Instructions for the task ▸
In the listing below, locate the lines that hold the string "around". Copy those lines.

• • • •

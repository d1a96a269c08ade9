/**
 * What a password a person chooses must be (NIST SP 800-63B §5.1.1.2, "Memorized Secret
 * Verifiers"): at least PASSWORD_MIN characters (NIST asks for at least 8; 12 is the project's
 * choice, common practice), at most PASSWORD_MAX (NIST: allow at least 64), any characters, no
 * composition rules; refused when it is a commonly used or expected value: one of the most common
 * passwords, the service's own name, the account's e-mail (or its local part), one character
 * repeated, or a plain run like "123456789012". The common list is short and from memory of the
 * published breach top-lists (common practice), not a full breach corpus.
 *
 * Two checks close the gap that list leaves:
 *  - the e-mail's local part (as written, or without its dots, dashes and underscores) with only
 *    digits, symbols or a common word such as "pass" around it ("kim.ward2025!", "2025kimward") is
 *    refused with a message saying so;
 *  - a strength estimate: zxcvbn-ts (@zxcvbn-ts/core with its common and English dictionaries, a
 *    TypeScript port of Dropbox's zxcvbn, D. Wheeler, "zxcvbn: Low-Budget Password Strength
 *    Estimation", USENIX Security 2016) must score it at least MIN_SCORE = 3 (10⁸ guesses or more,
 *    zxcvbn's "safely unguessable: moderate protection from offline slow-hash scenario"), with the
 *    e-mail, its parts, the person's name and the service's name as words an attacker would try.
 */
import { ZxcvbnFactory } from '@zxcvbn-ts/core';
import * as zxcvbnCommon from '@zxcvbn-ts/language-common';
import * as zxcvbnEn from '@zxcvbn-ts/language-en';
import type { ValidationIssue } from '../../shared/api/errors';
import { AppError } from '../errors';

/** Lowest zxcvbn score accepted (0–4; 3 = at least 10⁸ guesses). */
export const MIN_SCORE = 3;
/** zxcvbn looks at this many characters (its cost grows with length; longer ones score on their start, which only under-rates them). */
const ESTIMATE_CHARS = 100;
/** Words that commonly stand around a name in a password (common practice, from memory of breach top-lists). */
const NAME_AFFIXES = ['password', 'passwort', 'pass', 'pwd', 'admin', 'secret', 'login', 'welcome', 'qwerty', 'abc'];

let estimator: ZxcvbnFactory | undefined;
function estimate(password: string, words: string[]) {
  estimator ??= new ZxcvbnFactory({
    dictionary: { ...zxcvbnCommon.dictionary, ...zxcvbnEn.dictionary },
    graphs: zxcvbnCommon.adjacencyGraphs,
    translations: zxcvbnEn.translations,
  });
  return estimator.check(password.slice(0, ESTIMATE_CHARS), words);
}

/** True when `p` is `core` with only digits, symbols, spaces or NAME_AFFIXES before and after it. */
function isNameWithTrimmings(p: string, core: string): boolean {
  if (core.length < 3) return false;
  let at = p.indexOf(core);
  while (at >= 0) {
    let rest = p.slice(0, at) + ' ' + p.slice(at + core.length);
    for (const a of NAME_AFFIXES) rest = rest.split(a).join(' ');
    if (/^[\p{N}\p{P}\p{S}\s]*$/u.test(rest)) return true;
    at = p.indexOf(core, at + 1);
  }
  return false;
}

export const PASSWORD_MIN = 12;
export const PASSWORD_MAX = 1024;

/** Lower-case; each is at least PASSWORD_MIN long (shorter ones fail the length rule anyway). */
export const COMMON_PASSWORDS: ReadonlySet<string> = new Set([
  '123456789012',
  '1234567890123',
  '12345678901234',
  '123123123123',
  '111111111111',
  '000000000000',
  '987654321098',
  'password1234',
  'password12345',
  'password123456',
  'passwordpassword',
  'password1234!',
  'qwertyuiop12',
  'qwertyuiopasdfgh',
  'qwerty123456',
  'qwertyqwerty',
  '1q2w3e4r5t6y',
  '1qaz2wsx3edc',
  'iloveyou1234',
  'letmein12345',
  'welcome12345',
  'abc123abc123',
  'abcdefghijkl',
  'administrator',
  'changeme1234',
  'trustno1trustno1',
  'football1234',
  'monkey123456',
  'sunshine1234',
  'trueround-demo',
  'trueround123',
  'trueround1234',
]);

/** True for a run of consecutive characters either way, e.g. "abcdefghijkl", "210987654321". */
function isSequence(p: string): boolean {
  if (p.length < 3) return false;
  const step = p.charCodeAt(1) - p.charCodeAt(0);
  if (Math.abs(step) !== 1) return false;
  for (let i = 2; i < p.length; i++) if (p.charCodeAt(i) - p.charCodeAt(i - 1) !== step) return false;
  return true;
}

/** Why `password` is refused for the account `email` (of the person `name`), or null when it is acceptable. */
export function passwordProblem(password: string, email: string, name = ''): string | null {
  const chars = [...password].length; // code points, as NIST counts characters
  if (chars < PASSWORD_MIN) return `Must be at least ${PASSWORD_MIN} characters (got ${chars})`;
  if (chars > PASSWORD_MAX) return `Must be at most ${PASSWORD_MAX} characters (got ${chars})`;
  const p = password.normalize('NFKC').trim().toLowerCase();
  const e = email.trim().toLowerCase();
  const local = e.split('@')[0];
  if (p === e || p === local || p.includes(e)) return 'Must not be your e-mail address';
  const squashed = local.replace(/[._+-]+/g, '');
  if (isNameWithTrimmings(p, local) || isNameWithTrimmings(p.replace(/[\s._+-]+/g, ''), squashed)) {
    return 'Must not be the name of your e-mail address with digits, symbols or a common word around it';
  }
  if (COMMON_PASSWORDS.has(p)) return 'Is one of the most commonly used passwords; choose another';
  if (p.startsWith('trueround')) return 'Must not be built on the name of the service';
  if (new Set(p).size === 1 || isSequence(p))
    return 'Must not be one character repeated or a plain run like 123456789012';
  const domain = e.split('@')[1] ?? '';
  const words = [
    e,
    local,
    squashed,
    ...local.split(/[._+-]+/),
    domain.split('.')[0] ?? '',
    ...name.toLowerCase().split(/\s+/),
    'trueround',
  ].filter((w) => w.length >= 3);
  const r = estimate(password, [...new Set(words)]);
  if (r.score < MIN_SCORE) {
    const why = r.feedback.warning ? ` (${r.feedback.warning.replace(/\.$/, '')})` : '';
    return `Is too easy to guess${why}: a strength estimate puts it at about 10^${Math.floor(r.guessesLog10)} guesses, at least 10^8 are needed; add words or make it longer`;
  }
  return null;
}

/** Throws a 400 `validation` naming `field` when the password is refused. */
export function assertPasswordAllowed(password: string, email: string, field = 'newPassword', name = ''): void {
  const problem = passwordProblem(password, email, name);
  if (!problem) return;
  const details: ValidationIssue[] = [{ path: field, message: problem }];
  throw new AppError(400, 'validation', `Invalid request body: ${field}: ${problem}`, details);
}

• • • •

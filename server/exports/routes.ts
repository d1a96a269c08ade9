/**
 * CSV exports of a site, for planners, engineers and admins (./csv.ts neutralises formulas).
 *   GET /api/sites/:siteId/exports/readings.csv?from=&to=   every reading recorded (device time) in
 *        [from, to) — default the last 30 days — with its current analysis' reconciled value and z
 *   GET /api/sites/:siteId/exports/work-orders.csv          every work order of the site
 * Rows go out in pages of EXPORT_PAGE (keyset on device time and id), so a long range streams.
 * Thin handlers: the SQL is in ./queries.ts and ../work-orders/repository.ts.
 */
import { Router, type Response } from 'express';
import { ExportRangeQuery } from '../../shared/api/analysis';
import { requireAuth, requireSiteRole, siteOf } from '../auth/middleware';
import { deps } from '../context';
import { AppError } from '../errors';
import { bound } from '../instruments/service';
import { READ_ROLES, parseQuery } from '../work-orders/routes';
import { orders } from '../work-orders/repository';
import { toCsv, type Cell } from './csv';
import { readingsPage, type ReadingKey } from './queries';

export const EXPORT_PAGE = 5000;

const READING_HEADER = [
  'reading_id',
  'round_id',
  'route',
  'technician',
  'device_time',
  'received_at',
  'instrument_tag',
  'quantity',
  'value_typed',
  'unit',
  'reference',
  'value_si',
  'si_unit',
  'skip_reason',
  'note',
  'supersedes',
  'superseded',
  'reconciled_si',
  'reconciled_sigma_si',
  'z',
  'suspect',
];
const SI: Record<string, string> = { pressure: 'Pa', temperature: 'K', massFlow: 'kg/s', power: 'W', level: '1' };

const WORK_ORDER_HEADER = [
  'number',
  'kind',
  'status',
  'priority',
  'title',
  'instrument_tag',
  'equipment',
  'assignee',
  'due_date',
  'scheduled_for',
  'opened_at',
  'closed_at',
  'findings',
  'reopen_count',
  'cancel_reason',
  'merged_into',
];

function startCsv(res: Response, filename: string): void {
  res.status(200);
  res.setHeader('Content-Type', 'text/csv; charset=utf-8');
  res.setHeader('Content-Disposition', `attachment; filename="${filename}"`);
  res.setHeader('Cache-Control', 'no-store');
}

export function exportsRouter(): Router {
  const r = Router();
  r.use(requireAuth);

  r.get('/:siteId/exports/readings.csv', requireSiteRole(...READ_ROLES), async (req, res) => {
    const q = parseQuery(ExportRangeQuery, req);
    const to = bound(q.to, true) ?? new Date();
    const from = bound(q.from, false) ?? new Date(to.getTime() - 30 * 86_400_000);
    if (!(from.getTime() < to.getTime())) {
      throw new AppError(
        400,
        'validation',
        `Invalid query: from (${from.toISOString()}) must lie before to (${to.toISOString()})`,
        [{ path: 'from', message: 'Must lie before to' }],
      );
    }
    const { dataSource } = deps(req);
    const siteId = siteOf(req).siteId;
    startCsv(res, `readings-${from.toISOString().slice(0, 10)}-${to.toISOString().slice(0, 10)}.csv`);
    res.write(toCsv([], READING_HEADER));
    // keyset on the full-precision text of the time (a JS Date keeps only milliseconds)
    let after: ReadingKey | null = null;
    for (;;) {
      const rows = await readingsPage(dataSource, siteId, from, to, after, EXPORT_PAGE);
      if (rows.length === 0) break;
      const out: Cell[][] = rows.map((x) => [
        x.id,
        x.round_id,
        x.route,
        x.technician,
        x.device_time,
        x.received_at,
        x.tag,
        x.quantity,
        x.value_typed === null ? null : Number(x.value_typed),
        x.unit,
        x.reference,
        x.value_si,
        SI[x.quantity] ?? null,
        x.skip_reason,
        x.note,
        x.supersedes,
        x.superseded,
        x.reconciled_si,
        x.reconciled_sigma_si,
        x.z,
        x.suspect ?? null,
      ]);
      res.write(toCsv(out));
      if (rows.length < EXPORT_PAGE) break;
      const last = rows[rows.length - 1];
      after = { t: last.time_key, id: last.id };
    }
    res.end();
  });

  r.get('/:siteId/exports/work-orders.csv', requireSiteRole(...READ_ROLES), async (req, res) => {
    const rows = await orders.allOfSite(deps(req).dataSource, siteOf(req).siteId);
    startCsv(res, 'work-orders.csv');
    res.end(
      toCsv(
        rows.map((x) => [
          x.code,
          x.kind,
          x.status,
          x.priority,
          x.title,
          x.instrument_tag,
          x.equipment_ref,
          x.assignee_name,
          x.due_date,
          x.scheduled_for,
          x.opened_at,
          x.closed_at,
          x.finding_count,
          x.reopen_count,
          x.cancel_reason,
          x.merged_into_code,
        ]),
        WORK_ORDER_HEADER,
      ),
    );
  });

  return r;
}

• • • •

Response ▸
 *    digits, symbols or a common word such as "pass" around it ("kim.ward2025!", "2025kimward") is
/** Words that commonly stand around a name in a password (common practice, from memory of breach top-lists). */
    return 'Must not be the name of your e-mail address with digits, symbols or a common word around it';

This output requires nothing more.